Collected data:
----------

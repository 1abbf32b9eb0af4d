"""Each edition's charts: in its voice, and only the ones it shows.

The participant edition's charts speak to the participant ('Your mood over time'); the
therapist edition's speak about them ('Mood over time'), in every text a chart carries. A build
draws only the charts an edition shows (render.context.chart_names), and a chart drawn alone
is the same chart as in the full set.
"""

from __future__ import annotations

import re
from typing import Any

import pytest

from springback import charts, findings, metrics
from springback.charts import Chart
from springback.i18n.language import translations
from springback.intake import load_study
from springback.render.context import SECTION_CHARTS, chart_names
from springback.safety import rules as safety
from tests.support.project import copy_example

SECOND_PERSON = re.compile(r"\b(you|your)\b", re.IGNORECASE)


@pytest.fixture(scope="module")
def inputs(tmp_path_factory: pytest.TempPathFactory) -> tuple[Any, ...]:
    """Data, results, settings and findings of one example participant with questionnaires."""
    study = load_study(copy_example(tmp_path_factory.mktemp("editions") / "study"))
    data = study.slice("P01")
    results = metrics.compute(data, study.settings)
    found = findings.decide(results, safety.evaluate(data, results, study.settings),
                            study.settings)
    return data, results, study.settings, found


def _make(inputs: tuple[Any, ...], edition: str, wanted: Any = None) -> dict[str, Chart]:
    data, results, settings, found = inputs
    return charts.make_charts(data, results, settings, "en",
                              translations("en").gettext, found, edition, wanted)


def _texts(chart: Chart) -> list[str]:
    """Every text of a chart: title, text alternative, table caption and columns, SVG text."""
    svg_text = re.sub(r"<[^>]+>", "\n", chart.svg).split("\n")
    return [chart.title, chart.description, chart.table_caption, chart.print_caption,
            *map(str, chart.table.columns), *svg_text]


def test_therapist_charts_never_say_you(inputs: tuple[Any, ...]) -> None:
    """Check the therapist edition's charts speak about the participant in every text, and
    the participant edition's speak to them."""
    therapist = _make(inputs, "therapist")
    assert set(therapist) >= {"mood", "calendar", "recovery", "warnings", "landscape"}
    said = [f"{key}: {text}" for key, chart in therapist.items() for text in _texts(chart)
            if SECOND_PERSON.search(text)]
    assert said == []
    assert therapist["mood"].title == "Mood over time"
    participant = _make(inputs, "participant")
    assert participant["mood"].title == "Your mood over time"
    assert participant["calendar"].title == "Which prompts you answered"
    assert therapist["calendar"].title == "Which prompts were answered"


@pytest.mark.parametrize("edition", ["participant", "therapist"])
def test_only_the_charts_an_edition_shows_are_drawn(inputs: tuple[Any, ...],
                                                    edition: str) -> None:
    """Check the drawn charts are those the edition's sections show, each the same as when
    every chart is drawn."""
    every = _make(inputs, edition)
    shown = _make(inputs, edition, chart_names(edition))
    names = {n for section in SECTION_CHARTS[edition].values() for n in section}
    assert set(shown) == {k for k in every
                          if k in names or any(k.startswith(n) for n in names if n[-1] == "_")}
    assert {"mood", "recovery", "warnings", "questionnaire_phq9"} <= set(shown)
    if edition == "participant":
        assert not {"calendar", "grid", "landscape", "load"} & set(shown)
    for key, chart in shown.items():
        full = every[key]
        assert (chart.title, chart.description, chart.svg, chart.table_caption) == (
            full.title, full.description, full.svg, full.table_caption), key
        assert chart.table.equals(full.table), key


def test_chart_names_of_each_edition() -> None:
    """Check the names each edition's sections show (a trailing '_' names a family of keys)."""
    assert chart_names("participant") == {"mood", "recovery", "warnings", "questionnaire_"}
    assert chart_names("therapist") == {"mood", "warnings", "grid", "questionnaire_",
                                        "calendar", "recovery", "load", "landscape"}


def test_a_single_chart_can_be_asked_for(inputs: tuple[Any, ...]) -> None:
    """Check the subset is honoured for a single name too (the mood chart alone)."""
    assert set(_make(inputs, "participant", {"mood"})) == {"mood"}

----------

In the entries above, find the line holding "def inputs(tmp_path_factory: pytest.TempPathFactory)" and the line holding "data, results, settings, found = inputs", then retype exactly those two lines and every line between them, and nothing else.

**Response area:**
def inputs(tmp_path_factory: pytest.TempPathFactory) -> tuple[Any, ...]:
    """Data, results, settings and findings of one example participant with questionnaires."""
    study = load_study(copy_example(tmp_path_factory.mktemp("editions") / "study"))
    data = study.slice("P01")
    results = metrics.compute(data, study.settings)
    found = findings.decide(results, safety.evaluate(data, results, study.settings),
                            study.settings)
    return data, results, study.settings, found


def _make(inputs: tuple[Any, ...], edition: str, wanted: Any = None) -> dict[str, Chart]:
    data, results, settings, found = inputs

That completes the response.